As such, for MySQL we don't need a separate index. For PostgreSQL, we can use an lower index. For SQLite, there is a special NOCASE flag for indexes (but I don't know how this behaves with columns who are case-sensitive by default). Another option for SQLite would by to use a regular LIKE query which is case-insensitive for ASCII characters. Here, we would have to ensure to escape any "special" placeholders though.
With a special case for MySQL, this could look like this if we add a matching index for databases other than MySQL (but I have not tested or benchmarked this).
def self.find_by_login(login)
login = Redmine::CodesetUtil.replace_invalid_utf8(login.to_s)
if login.present?
users = where(:login => login)
# First look for an exact match
user = users.detect { |u| u.login == login }
# Fail over to case-insensitive search if none was found
unless user
if Redmine::Database.mysql?
# MySQL is case-insensitive by default, we can search in the existing results
user = users.detect { |u| u.login.casecmp?(login) }
else
user = find_by("LOWER(login) = ?", login.downcase)
end
end
user
end
end
Updated by Holger Just 16 days ago
Marius BĂLTEANU wrote in #note-8:
On a longer term, maybe it is better to migrate all the logins to lowercase and use only one query to retrieve the user, but we cannot do it now because it will break the LDAP logins with are case sensitive? At least this is what I understood from the old issues and commits.

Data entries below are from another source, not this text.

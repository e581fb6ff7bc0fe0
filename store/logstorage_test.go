package store_test

import (
	"bytes"
	"crypto/sha256"
	"encoding/hex"
	"testing"
	"time"

	"github.com/rotorwright/rotorwright/fleet"
	"github.com/rotorwright/rotorwright/store"
)

// TestStoredLogNotRecompressed: the database keeps a stored log's bytes as
// given, out of line, without its own compression (migration 022). A stored
// log is gzip already; under the default storage the database first tries
// pglz on every new log, which on gzip output runs most of the way before
// giving up (about 100 ms of a 4 MB log's insert, DEVELOPERS.md). The bytes
// here are ones pglz does compress, so the default storage shows as a
// stored size below the length; EXTERNAL stores them whole.
func TestStoredLogNotRecompressed(t *testing.T) {
	f := newFixture(t)
	a := f.airframe("LOG-1", "quad-x")
	at := time.Date(2026, 3, 1, 9, 0, 0, 0, time.UTC)
	raw := bytes.Repeat([]byte("0.000,1500,1500,1500,1500\n"), 20000) // 520 kB, compressible
	sum := sha256.Sum256(raw)
	sha := hex.EncodeToString(sum[:])
	fl := &fleet.Flight{AirframeID: a.ID, Pilot: "T. Varga", TakeoffAt: at, LandingAt: at.Add(20 * time.Minute),
		Source: fleet.SourceLog, LogSHA256: &sha}
	id, created, err := f.db.CreateLoggedFlight(f.ctx, &store.LoggedFlight{Flight: fl, RawGz: raw,
		RawBytes: int64(len(raw)), Samples: 20000, Analysis: &store.Analysis{Version: 1, Metrics: []byte(`{}`)}})
	if err != nil || !created {
		t.Fatalf("create logged flight: created %v, %v", created, err)
	}
	var stored, length int
	if err := f.db.Pool().QueryRow(f.ctx, `SELECT pg_column_size(raw_gz), octet_length(raw_gz) FROM flight_logs
		WHERE flight_id = $1`, id).Scan(&stored, &length); err != nil {
		t.Fatal(err)
	}
	if length != len(raw) || stored < length {
		t.Errorf("stored log: %d bytes stored for %d bytes of log (%d given): the database compressed it again",
			stored, length, len(raw))
	}
	got, err := f.db.RawLog(f.ctx, id)
	if err != nil || !bytes.Equal(got, raw) {
		t.Errorf("raw log read back: %d bytes, %v", len(got), err)
	}
}
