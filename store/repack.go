package store

import (
	"context"
	"errors"

	"github.com/jackc/pgx/v5"
)

// LogsToRepack lists up to limit flights whose stored log was packed fast
// at upload and waits for the repack job (flight_logs.repack).
func (db *DB) LogsToRepack(ctx context.Context, limit int) ([]string, error) {
	rows, err := db.pool.Query(ctx, `SELECT flight_id FROM flight_logs WHERE repack ORDER BY flight_id LIMIT $1`, limit)
	if err != nil {
		return nil, translate(err)
	}
	return pgx.CollectRows(rows, pgx.RowTo[string])
}

// PackedLog is a stored log as the repack job sees it: its bytes and what
// its text must be (the SHA-256 in hex and the length of the text).
type PackedLog struct {
	FlightID string
	Gz       []byte
	SHA256   string
	Bytes    int64
}

// ErrNotWaiting: the log is no longer marked for repacking (another run
// took it, or it never was).
var ErrNotWaiting = errors.New("store: the log is not waiting to be repacked")

// RepackLog rewrites one marked log with what pack makes of it, in one
// transaction that holds the row (a log another run holds is skipped:
// ErrNotWaiting), with an audit row of the stored sizes. pack must give
// back bytes of the same text; it checks that itself (ingest.Repack), and
// an error from it leaves the log as it was.
func (db *DB) RepackLog(ctx context.Context, flightID string, pack func(PackedLog) ([]byte, error)) (before, after int, err error) {
	err = db.inTx(ctx, func(tx pgx.Tx) error {
		l := PackedLog{FlightID: flightID}
		err := tx.QueryRow(ctx, `SELECT raw_gz, sha256, raw_bytes FROM flight_logs WHERE flight_id = $1 AND repack
			FOR UPDATE SKIP LOCKED`, flightID).Scan(&l.Gz, &l.SHA256, &l.Bytes)
		if err == pgx.ErrNoRows {
			return ErrNotWaiting
		} else if err != nil {
			return err
		}
		out, err := pack(l)
		if err != nil {
			return err
		}
		if _, err := tx.Exec(ctx, `UPDATE flight_logs SET raw_gz = $2, repack = false WHERE flight_id = $1`,
			flightID, out); err != nil {
			return err
		}
		before, after = len(l.Gz), len(out)
		return audit(ctx, tx, "flight_log", flightID, map[string]any{"stored_bytes": before, "packing": "fast"},
			map[string]any{"stored_bytes": after, "packing": "repacked", "text_sha256": l.SHA256})
	})
	return before, after, translate(err)
}
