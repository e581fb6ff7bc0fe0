package store

import "context"

// FlightMark counts what a refresh after a flight reads: the flights of its
// airframe and those of each pack it carried. Flights are never deleted, so
// the count only grows, and two marks that differ mean a flight was
// recorded between them (schedule.Programme.AfterFlight catches up then).
func (db *DB) FlightMark(ctx context.Context, flightID string) (int64, error) {
	var n int64
	err := db.pool.QueryRow(ctx, `
		SELECT (SELECT count(*) FROM flights o WHERE o.airframe_id = f.airframe_id)
			+ (SELECT count(*) FROM flight_packs o
				WHERE o.part_id IN (SELECT fp.part_id FROM flight_packs fp WHERE fp.flight_id = f.id))
		FROM flights f WHERE f.id = $1`, flightID).Scan(&n)
	return n, translateNotFound(err, "flight")
}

That would probably be a good idea. We would also have to deal with regular existing "duplicated" logins during this migration though (i.e. logins which only differ by case). Also, as we do not have a unique database index now, it's possible for multiple users to have the exact same login due to races. As mentioned, User.find_by_login solves this consistently due to the implicit order by id. When changing the data model, we still have to handle this, e.g. if just by offering a tool to fix this (by showing and optionally renaming conflicting logins)
My preferred option in the long term would be to allow user-settable logins with any case but to ensure that we only allow unique case-insensitive logins, i.e. case-preserving logins, which in the end could be enforced with a unique lower(login) index after we have solved all the blockers :)
Updated by Marius BĂLTEANU 14 days ago
- File 0001-Look-for-mentions-by-login-using-the-existing-find_b.patch 0001-Look-for-mentions-by-login-using-the-existing-find_b.patch added
- File 0002-Moves-wikiImageMimeTypes-to-meta-tag.patch added
- File 0003-Adds-index-on-users-lower-login-on-PostgreSQL-and-SQ.patch 0003-Adds-index-on-users-lower-login-on-PostgreSQL-and-SQ.patch added
Thanks Holger, it became clearer now for me. I try to summarize the changes to fix the performance issue on a short term:
1. The first patch (0001-Look-for-mentions-by-login-using-the-existing-find_b.patch) changes application_helper.rb to look up for mentions by login using the existing find_by_login in order to have a consistent behaviour between login and user mentions.
- Add an index to users login to speed up find user by login on all databases
- For database which are case-insensitive by default, it search in the existing results instead of firing up a new query using
lower(login).
Having both patches applied, we have fixed the performance issue when looking by exact login on all databases, and on MySQL and SQLServer in all cases because both databases are case-insensitive by default. Bench results confirms this
3. The third patch (0003-Adds-index-on-users-lower-login-on-PostgreSQL-and-SQ.patch ) adds an index on lower(login) only on PostSQL and SQLite databases and it should fix the performance issue on non exact or non existing matches. I didn't run yet the bench script against these databases, but I will do it before committing these changes, I only confirmed the migration pass on both.
Please let me know if I missed anything.
Updated by Marius BĂLTEANU 14 days ago
- File deleted (
0002-Moves-wikiImageMimeTypes-to-meta-tag.patch)
Updated by Marius BĂLTEANU 8 days ago
- Target version changed from Candidate for next minor release to 7.0.0
Because database migrations are required, this issue will be fixed only in 7.0.0.